• **Stored items**:
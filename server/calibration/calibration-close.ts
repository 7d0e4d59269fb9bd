// Answering and closing: an observer's pick per specimen, and the close that freezes the results,
// stores certifications and tells every participant. No req/res.
import type { DataSource, EntityManager } from 'typeorm';
import type { CalibrationResults, CloseSessionAnswer, ResponseCreated } from '../../shared/api/calibration-answers.js';
import type { CreateResponseBody } from '../../shared/api/calibration.js';
import { recordAudit, type Actor } from '../audit/audit.js';
import { User } from '../auth/user.entity.js';
import { AppError } from '../core/app-error.js';
import type { Mailer } from '../mail/mailer.js';
import type { ReferenceSets } from '../reference-sets/reference-sets.js';
import { Notification } from '../reviews/review.entity.js';
import { resultsNotice, resultsOutMail } from './calibration-mail.js';
import { chipOf, fieldCodeOf } from './calibration-chips.js';
import { assertOpen, findSession, loadResults, mayTakePart, participantOf, today } from './calibration-load.js';
import { CalibrationResponse, CalibrationSession, Participant, Specimen } from './calibration-session.entity.js';
import { Certification } from './certification.entity.js';

/**
 * Records the signed-in observer's pick for a specimen; a later pick while the session is open
 * replaces it. 409 once closed, 403 for a restricted session they were not invited to.
 */
export async function respond(ds: DataSource, sets: ReferenceSets, actor: Actor & { id: number }, sessionId: number, body: CreateResponseBody): Promise<ResponseCreated & { created: boolean }> {
  const session = await findSession(ds.manager, sessionId);
  const set = await sets.get(session.referenceSetId);
  return ds.transaction(async (m) => {
    const current = await findSession(m, sessionId);
    assertOpen(current, 'answers can no longer be changed');
    const participant = await participantOf(m, sessionId, actor.id);
    if (!mayTakePart(current, participant)) throw AppError.forbidden(`Calibration session ${sessionId} is only for invited observers.`);
    const specimen = await m.findOneBy(Specimen, { id: body.specimenId, session: { id: sessionId } });
    if (!specimen) throw AppError.badRequest(`Specimen ${body.specimenId} is not part of calibration session ${sessionId}.`, [{ field: 'specimenId', message: 'is not a specimen of this session' }]);
    const chip = chipOf(set, body.chipCode);
    const pick = { chipCode: chip.code, fieldCode: fieldCodeOf(chip), l: chip.lab[0], a: chip.lab[1], b: chip.lab[2] };

    if (!participant) await m.insert(Participant, { session: { id: sessionId }, user: { id: actor.id }, invited: false });
    const earlier = await m.findOneBy(CalibrationResponse, { specimen: { id: specimen.id }, observer: { id: actor.id } });
    const subject = `calibration-session:${sessionId}`;
    if (earlier) {
      await m.update(CalibrationResponse, { id: earlier.id }, { ...pick, updatedAt: new Date() });
      await recordAudit(m, actor, 'calibration.response.replaced', subject, { responseId: earlier.id, specimenId: specimen.id, from: earlier.chipCode, to: chip.code });
      return { id: earlier.id, replaced: true, created: false };
    }
    const row = await m.save(m.create(CalibrationResponse, { session: { id: sessionId }, specimen: { id: specimen.id }, observer: { id: actor.id }, ...pick }));
    await recordAudit(m, actor, 'calibration.response.recorded', subject, { responseId: row.id, specimenId: specimen.id, chipCode: chip.code });
    return { id: row.id, replaced: false, created: true };
  });
}

/**
 * Closes a session in one transaction: computes the results, stores a certification for each
 * observer who answered every specimen and meets both thresholds (group κ ≥ the session's κ
 * threshold and their own mean ΔE00 ≤ its ΔE00 threshold), and audits it all. Then mails every
 * participant that their results are out; a failed mail does not undo the close.
 */
export async function closeSession(ds: DataSource, mailer: Mailer, publicUrl: string, actor: Actor, sessionId: number, logError: (err: unknown) => void = () => {}): Promise<CloseSessionAnswer> {
  const { results, certifiedUserIds, session } = await ds.transaction((m) => certifyAndClose(m, actor, sessionId, new Date()));
  const { mailed, mailFailed } = await mailParticipants(ds, mailer, publicUrl, session, results.observers.map((o) => o.userId), logError);
  return { results, certifiedUserIds, mailed, mailFailed };
}

/** The close itself, inside the caller's transaction (the demo seed uses it too). */
export async function certifyAndClose(m: EntityManager, actor: Actor, sessionId: number, closedAt: Date): Promise<{ results: CalibrationResults; certifiedUserIds: number[]; session: CalibrationSession }> {
  const session = await findSession(m, sessionId);
  assertOpen(session, 'it was closed before');
  const live = await loadResults(m, session, closedAt);
  const certifiedUserIds: number[] = [];
  for (const o of live.observers) {
    if (!o.qualifies) continue;
    await m.insert(Certification, {
      user: { id: o.userId },
      session: { id: sessionId },
      referenceSetId: session.referenceSetId,
      certifiedOn: today(closedAt),
      kappa: live.fleissKappa!,
      meanDeltaE00: o.meanDeltaE00!,
      n: o.n,
      kappaThreshold: session.kappaThreshold,
      deltaE00Threshold: session.deltaE00Threshold,
    });
    await recordAudit(m, actor, 'calibration.certified', `user:${o.userId}`, { sessionId, referenceSetId: session.referenceSetId, kappa: live.fleissKappa, meanDeltaE00: o.meanDeltaE00, n: o.n });
    certifiedUserIds.push(o.userId);
  }
  await m.update(CalibrationSession, { id: sessionId }, { status: 'closed', closedAt, kappaAtClose: live.fleissKappa });
  for (const o of live.observers) {
    const certified = certifiedUserIds.includes(o.userId);
    await m.insert(Notification, { userId: o.userId, kind: 'calibration-results', readingId: null, sessionId, message: resultsNotice(session.title, certified, o.failedRules), readAt: null });
  }
  await recordAudit(m, actor, 'calibration.session.closed', `calibration-session:${sessionId}`, {
    fleissKappa: live.fleissKappa,
    band: live.band,
    responses: live.progress.responses,
    expected: live.progress.expected,
    certified: certifiedUserIds,
  });
  const closed = await findSession(m, sessionId);
  return { results: await loadResults(m, closed), certifiedUserIds, session: closed };
}

async function mailParticipants(ds: DataSource, mailer: Mailer, publicUrl: string, session: CalibrationSession, userIds: number[], logError: (err: unknown) => void) {
  let mailed = 0;
  let mailFailed = 0;
  for (const id of userIds) {
    const user = await ds.getRepository(User).findOneBy({ id });
    if (!user) continue;
    try {
      await mailer.send(resultsOutMail(user.email, user.name, session.title, session.heldOn, publicUrl, session.id));
      mailed++;
    } catch (err) {
      mailFailed++;
      logError(err);
    }
  }
  return { mailed, mailFailed };
}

• **What you should do**: Every one of the records is to be copied word for word.

• **Exercise response**:
filename server/calibration/calibration-close.ts
repository 7d0e4d59269fb9bd
// Answering and closing: an observer's pick per specimen, and the close that freezes the results,
// stores certifications and tells every participant. No req/res.
import type { DataSource, EntityManager } from 'typeorm';
import type { CalibrationResults, CloseSessionAnswer, ResponseCreated } from '../../shared/api/calibration-answers.js';
import type { CreateResponseBody } from '../../shared/api/calibration.js';
import { recordAudit, type Actor } from '../audit/audit.js';
import { User } from '../auth/user.entity.js';
import { AppError } from '../core/app-error.js';
import type { Mailer } from '../mail/mailer.js';
import type { ReferenceSets } from '../reference-sets/reference-sets.js';
import { Notification } from '../reviews/review.entity.js';
import { resultsNotice, resultsOutMail } from './calibration-mail.js';
import { chipOf, fieldCodeOf } from './calibration-chips.js';
import { assertOpen, findSession, loadResults, mayTakePart, participantOf, today } from './calibration-load.js';
import { CalibrationResponse, CalibrationSession, Participant, Specimen } from './calibration-session.entity.js';
import { Certification } from './certification.entity.js';

/**
 * Records the signed-in observer's pick for a specimen; a later pick while the session is open
 * replaces it. 409 once closed, 403 for a restricted session they were not invited to.
 */
export async function respond(ds: DataSource, sets: ReferenceSets, actor: Actor & { id: number }, sessionId: number, body: CreateResponseBody): Promise<ResponseCreated & { created: boolean }> {
  const session = await findSession(ds.manager, sessionId);
  const set = await sets.get(session.referenceSetId);
  return ds.transaction(async (m) => {
    const current = await findSession(m, sessionId);
    assertOpen(current, 'answers can no longer be changed');
    const participant = await participantOf(m, sessionId, actor.id);
    if (!mayTakePart(current, participant)) throw AppError.forbidden(`Calibration session ${sessionId} is only for invited observers.`);
    const specimen = await m.findOneBy(Specimen, { id: body.specimenId, session: { id: sessionId } });
    if (!specimen) throw AppError.badRequest(`Specimen ${body.specimenId} is not part of calibration session ${sessionId}.`, [{ field: 'specimenId', message: 'is not a specimen of this session' }]);
    const chip = chipOf(set, body.chipCode);
    const pick = { chipCode: chip.code, fieldCode: fieldCodeOf(chip), l: chip.lab[0], a: chip.lab[1], b: chip.lab[2] };

    if (!participant) await m.insert(Participant, { session: { id: sessionId }, user: { id: actor.id }, invited: false });
    const earlier = await m.findOneBy(CalibrationResponse, { specimen: { id: specimen.id }, observer: { id: actor.id } });
    const subject = `calibration-session:${sessionId}`;
    if (earlier) {
      await m.update(CalibrationResponse, { id: earlier.id }, { ...pick, updatedAt: new Date() });
      await recordAudit(m, actor, 'calibration.response.replaced', subject, { responseId: earlier.id, specimenId: specimen.id, from: earlier.chipCode, to: chip.code });
      return { id: earlier.id, replaced: true, created: false };
    }
    const row = await m.save(m.create(CalibrationResponse, { session: { id: sessionId }, specimen: { id: specimen.id }, observer: { id: actor.id }, ...pick }));
    await recordAudit(m, actor, 'calibration.response.recorded', subject, { responseId: row.id, specimenId: specimen.id, chipCode: chip.code });
    return { id: row.id, replaced: false, created: true };
  });
}

/**
 * Closes a session in one transaction: computes the results, stores a certification for each
 * observer who answered every specimen and meets both thresholds (group κ ≥ the session's κ
 * threshold and their own mean ΔE00 ≤ its ΔE00 threshold), and audits it all. Then mails every
 * participant that their results are out; a failed mail does not undo the close.
 */
export async function closeSession(ds: DataSource, mailer: Mailer, publicUrl: string, actor: Actor, sessionId: number, logError: (err: unknown) => void = () => {}): Promise<CloseSessionAnswer> {
  const { results, certifiedUserIds, session } = await ds.transaction((m) => certifyAndClose(m, actor, sessionId, new Date()));
  const { mailed, mailFailed } = await mailParticipants(ds, mailer, publicUrl, session, results.observers.map((o) => o.userId), logError);
  return { results, certifiedUserIds, mailed, mailFailed };
}

/** The close itself, inside the caller's transaction (the demo seed uses it too). */
export async function certifyAndClose(m: EntityManager, actor: Actor, sessionId: number, closedAt: Date): Promise<{ results: CalibrationResults; certifiedUserIds: number[]; session: CalibrationSession }> {
  const session = await findSession(m, sessionId);
  assertOpen(session, 'it was closed before');
  const live = await loadResults(m, session, closedAt);
  const certifiedUserIds: number[] = [];
  for (const o of live.observers) {
    if (!o.qualifies) continue;
    await m.insert(Certification, {
      user: { id: o.userId },
      session: { id: sessionId },
      referenceSetId: session.referenceSetId,
      certifiedOn: today(closedAt),
      kappa: live.fleissKappa!,
      meanDeltaE00: o.meanDeltaE00!,
      n: o.n,
      kappaThreshold: session.kappaThreshold,
      deltaE00Threshold: session.deltaE00Threshold,
    });
    await recordAudit(m, actor, 'calibration.certified', `user:${o.userId}`, { sessionId, referenceSetId: session.referenceSetId, kappa: live.fleissKappa, meanDeltaE00: o.meanDeltaE00, n: o.n });
    certifiedUserIds.push(o.userId);
  }
  await m.update(CalibrationSession, { id: sessionId }, { status: 'closed', closedAt, kappaAtClose: live.fleissKappa });
  for (const o of live.observers) {
    const certified = certifiedUserIds.includes(o.userId);
    await m.insert(Notification, { userId: o.userId, kind: 'calibration-results', readingId: null, sessionId, message: resultsNotice(session.title, certified, o.failedRules), readAt: null });
  }
  await recordAudit(m, actor, 'calibration.session.closed', `calibration-session:${sessionId}`, {
    fleissKappa: live.fleissKappa,
    band: live.band,
    responses: live.progress.responses,
    expected: live.progress.expected,
    certified: certifiedUserIds,
  });
  const closed = await findSession(m, sessionId);
  return { results: await loadResults(m, closed), certifiedUserIds, session: closed };
}

async function mailParticipants(ds: DataSource, mailer: Mailer, publicUrl: string, session: CalibrationSession, userIds: number[], logError: (err: unknown) => void) {
  let mailed = 0;
  let mailFailed = 0;
  for (const id of userIds) {
    const user = await ds.getRepository(User).findOneBy({ id });
    if (!user) continue;
    try {
      await mailer.send(resultsOutMail(user.email, user.name, session.title, session.heldOn, publicUrl, session.id));
      mailed++;
    } catch (err) {
      mailFailed++;
      logError(err);
    }
  }
  return { mailed, mailFailed };
}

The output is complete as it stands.